En otras ciudades han cedido los talleres a artistas o asociaciones, o alquilan las casas a un precio simbólico a cambio de restaurarlas. El béguinage de Lovaina, uno de los más grandes, fue cedido a la universidad en 1962 y hoy sus casas albergan a parte de su personal, estudiantes y profesores visitantes.
Desde que en el 2008 murió en Gante la otra superviviente del movimiento (Marcella van Hoecke), Marcella Pattyn se convirtió en una celebridad local.

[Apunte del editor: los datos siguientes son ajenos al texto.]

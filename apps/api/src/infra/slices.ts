/**
 * CPU-heavy work in slices on the event loop: a stepwise computation (a generator that pauses between steps) runs
 * for at most sliceMs at a time, then lets the loop serve other requests (setImmediate: after pending I/O) before it
 * goes on. At most `concurrency` such computations run at once; the rest wait their turn in order. So a worst-case
 * screw search (hundreds of milliseconds of CPU) never holds /health or any other request for more than about
 * concurrency x sliceMs. The measured figures are in docs/performance.md.
 */
import { performance } from 'node:perf_hooks';

const nextTurn = () => new Promise<void>((resolve) => setImmediate(resolve));

export class SlicedRunner {
  private running = 0;
  private readonly waiting: (() => void)[] = [];

  constructor(
    readonly sliceMs = 8,
    readonly concurrency = 2,
  ) {}

  /** Computations running or waiting now. */
  get active(): number {
    return this.running + this.waiting.length;
  }

  /** Computations holding a slot now (at most `concurrency`). */
  get runningNow(): number {
    return this.running;
  }

  async run<T>(steps: Generator<void, T, void>): Promise<T> {
    if (this.running >= this.concurrency) await new Promise<void>((resolve) => this.waiting.push(resolve));
    else this.running++;
    try {
      // the first slice also waits a turn, so the request that asked is never answered inside its own I/O callback
      await nextTurn();
      let deadline = performance.now() + this.sliceMs;
      for (;;) {
        const step = steps.next();
        if (step.done) return step.value;
        if (performance.now() >= deadline) {
          await nextTurn();
          deadline = performance.now() + this.sliceMs;
        }
      }
    } finally {
      const next = this.waiting.shift();
      // the slot passes straight to the next in line (running stays counted), or is freed
      if (next) next();
      else this.running--;
    }
  }
}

El alcalde de Kortrijk le decía que ella misma era “patrimonio de la humanidad”. En los últimos años, muchas mujeres fueron a visitarla para interesarse por el modo de vida de las beguinas. “¿Sabe, joven, lo que les digo a todas esas mujeres que me preguntan si me da pena que se acaben las beguinas? ¡Pues que se hagan beguinas ellas, a ver si quieren!”, explicaba con energía Pattyn al Magazine hace unos años . “Por cierto… –recordó de repente–. Olvidé preguntar al cura por las tres últimas que vinieron…”. Pero no hubo más. No consta oficialmente que haya continuado la tradición. Con su muerte, se apagaron ocho siglos de historia.